▶ _Data excerpts_
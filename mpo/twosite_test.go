package mpo

import (
	"math/rand/v2"
	"testing"

	"github.com/stretchr/testify/require"

	"rundle/internal/dense"
	"rundle/internal/task"
	"rundle/mps/block"
)

// addNear appends terms on one site or on two neighbours that add no charge. Odd ones, which carry signs along the chain, are left out.
func (s *sum) addNear(rng *rand.Rand, terms int, draw func() complex128) {
	for terms > 0 {
		i := rng.IntN(len(s.Axes))
		var q block.Charge
		var factors []int32
		odd := false
		for k := i; k <= min(i+rng.IntN(2), len(s.Axes)-1); k++ {
			op := 1 + rng.IntN(len(s.Tables[k].Matrices)-1)
			q = s.Group.Add(q, s.Tables[k].Charges[op])
			factors = append(factors, int32(k), int32(op))
			odd = odd != s.Tables[k].Odd[op]
		}
		if q == s.Charge && !odd {
			s.add(draw(), factors...)
			terms--
		}
	}
}

// Where no term is longer than two neighbours the two-site variance is the variance; where some are it is less.
func testTwoSiteVariance[T dense.Scalar](t *testing.T, name string, near bool) (short int) {
	for seed := range uint64(4) {
		rng := rand.New(rand.NewPCG(seed, 31))
		g, kinds := families()[name]()
		s := newSum(g, kinds...)
		if near {
			s.addNear(rng, 25, coupling(rng, dense.IsComplex[T]()))
		} else {
			s.addRandom(rng, 15, 3, coupling(rng, dense.IsComplex[T]()))
		}
		if !s.Real && !dense.IsComplex[T]() {
			continue
		}
		o, err := Build[T](s.Strings, Options{})
		require.NoError(t, err)
		charges := stateCharges(g, s.Axes)
		psi := randomState[T](t, rng, g, s.Axes, charges[rng.IntN(len(charges))])
		_, err = psi.Truncate(block.Cut{Bond: 2}, nil)
		require.NoError(t, err)
		psi.Scale(dense.FromFloat[T](1.7))
		before := psi.Clone()
		full, rounding := Variance(psi, o, nil)
		got, flops := TwoSiteVariance(psi, o, task.New(2))
		require.Equal(t, before, psi, "states are left alone")
		require.Positive(t, flops)
		if near {
			require.InDelta(t, full, got, 1e-12*full+rounding, "seed %d", seed)
			continue
		}
		require.LessOrEqual(t, got, full*(1+1e-12)+rounding)
		if got < 0.99*full {
			short++
		}
	}
	return short
}

func TestTwoSiteVariance(t *testing.T) {
	for name := range families() {
		t.Run(name+"/real", func(t *testing.T) {
			if name != "clocks" {
				testTwoSiteVariance[float64](t, name, true)
			}
		})
		t.Run(name+"/complex", func(t *testing.T) { testTwoSiteVariance[complex128](t, name, true) })
	}
}

// Terms of any reach lead out of what two neighbours span.
func TestTwoSiteVarianceMisses(t *testing.T) {
	short := 0
	for name := range families() {
		short += testTwoSiteVariance[complex128](t, name, false)
	}
	require.Positive(t, short)
}
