package main

import (
	"context"
	"errors"

	"rundle/internal/solve"
)

type readCommand struct {
	Dir  string `arg:"" help:"Run folder."`
	File string `arg:"" optional:"" help:"Model file whose observations are taken; default: the run's own."`
}

func (k readCommand) run(c *console) (int, error) {
	opt := solve.ReadOptions{Threads: c.threads, Version: release}
	if k.File != "" {
		m, err := load(k.File)
		if err != nil {
			return 0, err
		}
		opt.Model = m
	}
	ctx, release := untilSignal(context.Background(), c.stderr)
	defer release()
	result, notes, err := solve.Read(ctx, k.Dir, opt)
	if ctx.Err() != nil && err != nil {
		return 0, errors.Join(errStopped, err)
	}
	if err != nil {
		return 0, err
	}
	for _, note := range notes {
		c.say("note: %s", note)
	}
	if err := c.results(result, "states of "+k.Dir); err != nil {
		return 0, err
	}
	if !result.Converged() {
		return exitNotConverged, nil
	}
	return exitDone, nil
}
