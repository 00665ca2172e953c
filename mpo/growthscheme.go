package mpo

import "rundle/internal/dense"

// growthScheme says how the entries of a window grow an environment L on the left (R on the right likewise): each index of the result is a sum over
// outgoing states of bra^+ y, and each such y a sum of
//
//	x = L[at] ket[state], which may serve several y;
//	mixtures of several L[at], times ket[state];
//	ket[state] alone where L is the identity.
//
// A smallest vertex cover picks between the first two.
type growthScheme[T dense.Scalar] struct {
	same  place    // index of the result that is the identity; nowhere: none
	xs    []corner // index of the environment and incoming state
	mixes []mixture[T]
	ys    []sum3[T]
}

// sum3 is a y: its index of the result, its outgoing state, and its three sorts of terms.
type sum3[T dense.Scalar] struct {
	corner
	xs    []source[T] // from is a number of xs
	mixed []source[T] // of mixes
	kets  []source[T]
}

// source is value times something of an incoming state.
type source[T dense.Scalar] struct {
	from  int
	in    place
	value T
}

// growthScheme returns the scheme of one side, the last one made if it fits.
func (w *window[T]) growthScheme(left bool, from, to place) *growthScheme[T] {
	at := 0
	if left {
		at++
	}
	if from != nowhere {
		at += 2
	}
	if w.growths[at] == nil {
		w.growths[at] = newGrowthScheme(w, left, from, to)
	}
	return w.growths[at]
}

// newGrowthScheme sorts the entries of a window. from and to are where the environment and the result are the identity.
func newGrowthScheme[T dense.Scalar](w *window[T], left bool, from, to place) *growthScheme[T] {
	s := &growthScheme[T]{same: to}
	var begins, others []fullEntry[T] // left: of the environment, right: of the result
	for _, k := range w.links {
		for _, e := range w.local[k.from:k.to] {
			f := fullEntry[T]{place{k.left, e.left}, place{k.right, e.right}, place{k.out, e.out}, place{k.in, e.in}, e.value}
			if !left {
				f.left, f.right = f.right, f.left
			}
			switch {
			case to != nowhere && f.right == to:
			case from != nowhere && f.left == from:
				begins = append(begins, f)
			default:
				others = append(others, f)
			}
		}
	}
	known := make(map[corner]int)
	mixed := covered(others, known, fromLeft[T])
	numbers := make(map[corner]int)
	var mixers []*mixer[T]
	at := func(f *fullEntry[T]) int {
		n := corner{f.right, f.out}
		i, ok := numbers[n]
		if !ok {
			i = len(s.ys)
			numbers[n] = i
			s.ys, mixers = append(s.ys, sum3[T]{corner: n}), append(mixers, newMixer[T]())
		}
		return i
	}
	for i := range others {
		f := &others[i]
		y := at(f)
		if mixed[i] {
			mixers[y].add(f.out, f.in, f.left, f.value)
			continue
		}
		x := numbered(known, &s.xs, corner{f.left, f.in})
		s.ys[y].xs = append(s.ys[y].xs, source[T]{x, f.in, f.value})
	}
	for i := range begins {
		f := &begins[i]
		y := at(f)
		if k, ok := mixers[y].known[[2]place{f.out, f.in}]; ok && len(mixers[y].mixes[k].terms) > 1 {
			mixers[y].mixes[k].unit += f.value
			continue
		}
		s.ys[y].kets = append(s.ys[y].kets, source[T]{0, f.in, f.value})
	}
	for y, m := range mixers {
		list, uses := m.distinct()
		for _, u := range uses {
			s.ys[y].mixed = append(s.ys[y].mixed, source[T]{len(s.mixes) + u.mixture, u.in, u.factor})
		}
		s.mixes = append(s.mixes, list...)
	}
	return s
}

▶ _Your objective_
The response must hold only the lines above from the line with "type readCommand struct" through the line with "filename mpo/growthscheme.go", each copied exactly, both ends kept.

▶ _Answer box_
type readCommand struct {
	Dir  string `arg:"" help:"Run folder."`
	File string `arg:"" optional:"" help:"Model file whose observations are taken; default: the run's own."`
}

func (k readCommand) run(c *console) (int, error) {
	opt := solve.ReadOptions{Threads: c.threads, Version: release}
	if k.File != "" {
		m, err := load(k.File)
		if err != nil {
			return 0, err
		}
		opt.Model = m
	}
	ctx, release := untilSignal(context.Background(), c.stderr)
	defer release()
	result, notes, err := solve.Read(ctx, k.Dir, opt)
	if ctx.Err() != nil && err != nil {
		return 0, errors.Join(errStopped, err)
	}
	if err != nil {
		return 0, err
	}
	for _, note := range notes {
		c.say("note: %s", note)
	}
	if err := c.results(result, "states of "+k.Dir); err != nil {
		return 0, err
	}
	if !result.Converged() {
		return exitNotConverged, nil
	}
	return exitDone, nil
}
repository 00665ca2172e953c
filename mpo/growthscheme.go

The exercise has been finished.